- [What needs to be done]:
Keep only those lines of the records that include the string "describe".

[Saved entries]
::::::::::

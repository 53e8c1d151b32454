// What the Monte Carlo command accepts as runs and seed.

import { describe, expect, it } from 'vitest';
import { parseRunsAndSeed } from '../../../client/src/monte-carlo-input';

describe('parseRunsAndSeed', () => {
  it('reads runs alone (seed 1) or runs and a seed', () => {
    expect(parseRunsAndSeed('1000')).toEqual({ runs: 1000, seed: 1 });
    expect(parseRunsAndSeed(' 500 7 ')).toEqual({ runs: 500, seed: 7 });
    expect(parseRunsAndSeed('500,7')).toEqual({ runs: 500, seed: 7 });
  });
  it('refuses what it cannot run', () => {
    for (const t of ['', '0', '100001', '1e3', '-5', '10 -1', 'ten', '10 7 3']) expect(parseRunsAndSeed(t), t).toBeUndefined();
  });
});
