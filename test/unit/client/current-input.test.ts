// Checks how the target-current input box reads engineering notation and what it says about bad input.
import { describe, expect, it } from 'vitest';
import { readTargetCurrent } from '../../../client/src/current-input';

/** Checks one typed text: the amperes it reads as, or a message matching the pattern. */
function check(text: string, expected: number | RegExp): void {
  const r = readTargetCurrent(text);
  if (typeof expected === 'number') {
    expect(r.ok, JSON.stringify(r)).toBe(true);
    if (r.ok) expect(r.amps).toBeCloseTo(expected, 15);
  } else {
    expect(r.ok).toBe(false);
    if (!r.ok) expect(r.message).toMatch(expected);
  }
}

describe('target current input', () => {
  // Source: netlist convention (common practice) — M is milli, U micro, MEG mega; unit letters follow the suffix.
  it('reads suffixes and the ampere unit', () => {
    check('250u', 250e-6);
    check('1.2mA', 1.2e-3);
    check('1.2 mA', 1.2e-3);
    check('  40uA ', 40e-6);
    check('2.5e-4', 2.5e-4);
    check('100nA', 100e-9);
    check('0.001', 1e-3);
    check('750µA', 750e-6);
  });

  it('reports how the value reads back', () => {
    const r = readTargetCurrent('1.2mA');
    expect(r.ok && r.readsAs).toBe('1.2 mA');
  });

  it('refuses empty, non-numeric, non-positive and non-current input with a reason', () => {
    check('', /Type the current/);
    check('abc', /not a number/);
    check('4m7', /resistor-marking style.*4\.7m/);
    check('0', /greater than zero/);
    check('-1m', /greater than zero/);
    check('1.2mV', /`V`, which is not a current unit/);
    check('1meg', /far beyond a bias current/);
  });
});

::::::::::

- [Answer section]:
import { describe, expect, it } from 'vitest';
describe('parseRunsAndSeed', () => {
import { describe, expect, it } from 'vitest';
describe('target current input', () => {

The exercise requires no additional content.